*** Begin section ***

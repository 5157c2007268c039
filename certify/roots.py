"""Rational roots of integer polynomials for the certifier, and the prime hint from which the
verifier's exact routine (``certify.verifier.arith.rational_roots``) finds them again."""
from __future__ import annotations

from fractions import Fraction

from certify.pari import pari
from certify.verifier.arith import is_prime, poly_eval_mod, simple_roots_mod, squarefree_part, trim
from certify.verifier.limits import MAX_HINT_PRIME, MAX_SQUAREFREE_DEGREE


ROOT_FILTER_PRIMES = (3, 5, 7, 11, 13)
"""Primes at which a polynomial is first searched for roots: with none modulo p ∤ lc(f) it has no
rational root (a root a/b has p ∤ b and reduces to one), and PARI need not factor it."""


def rational_roots(polynomial: list) -> list:
    """The rational roots of an integer polynomial, sorted (PARI factors it, unless it has no root
    modulo one of ROOT_FILTER_PRIMES)."""
    f = [int(c) for c in trim(polynomial)]
    if len(f) <= 1 or any(f[-1] % p and not any(poly_eval_mod(f, r, p) == 0 for r in range(p))
                          for p in ROOT_FILTER_PRIMES):
        return []
    return sorted(Fraction(str(r)) for r in pari.nfroots(None, pari.Polrev(f)))


SIMPLE_HINT_BOUND = 13
"""Primes tried for a hint at which the polynomial itself has simple roots, before its squarefree part
is taken: the verifier then skips its Euclid over Q. A squarefree polynomial nearly always has one this
small; one that is not (φ_2 − x(T)ψ_2² for a point T of order 2 is a square) has none at all."""


def hint_prime(polynomial: list) -> int:
    """An odd prime from which the verifier's ``rational_roots`` finds all rational roots: p ∤ lc(f) and
    every root of f in F_p simple, f the polynomial without its factors x (or, for small degree only,
    its squarefree part). The least such p up to SIMPLE_HINT_BOUND for f itself, else the least for f
    or its squarefree part (f has multiple roots mod every p exactly when it is not squarefree)."""
    f = trim(polynomial)
    while f and f[0] == 0:
        f = f[1:]
    found = _least_hint([f], SIMPLE_HINT_BOUND)
    if found is None:
        found = _least_hint([f] + ([squarefree_part(f)] if len(f) - 1 <= MAX_SQUAREFREE_DEGREE else []),
                            MAX_HINT_PRIME)
    if found is None:
        raise ArithmeticError(f"no hint prime up to {MAX_HINT_PRIME}")
    return found


def _least_hint(candidates: list, bound: int):
    """The least odd prime p ≤ bound at which one of the polynomials has p ∤ lc and simple roots mod p."""
    p = 3
    while p <= bound:
        if any(g[-1] % p and simple_roots_mod(g, p) is not None for g in candidates):
            return p
        p += 2
        while not is_prime(p):
            p += 2
    return None


def roots_with_hint(polynomial: list) -> tuple[list, int]:
    """(rational roots, hint prime) of a non-zero integer polynomial."""
    return rational_roots(polynomial), hint_prime(polynomial)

*** End section ***

* _Instructions to follow_:
Please copy only these lines, exactly: the first line of the records through the line containing "lc(f) it has no", ends included.

* _Result of the task_:
repository 5157c2007268c039
filename certify/roots.py
"""Rational roots of integer polynomials for the certifier, and the prime hint from which the
verifier's exact routine (``certify.verifier.arith.rational_roots``) finds them again."""
from __future__ import annotations

from fractions import Fraction

from certify.pari import pari
from certify.verifier.arith import is_prime, poly_eval_mod, simple_roots_mod, squarefree_part, trim
from certify.verifier.limits import MAX_HINT_PRIME, MAX_SQUAREFREE_DEGREE


ROOT_FILTER_PRIMES = (3, 5, 7, 11, 13)
"""Primes at which a polynomial is first searched for roots: with none modulo p ∤ lc(f) it has no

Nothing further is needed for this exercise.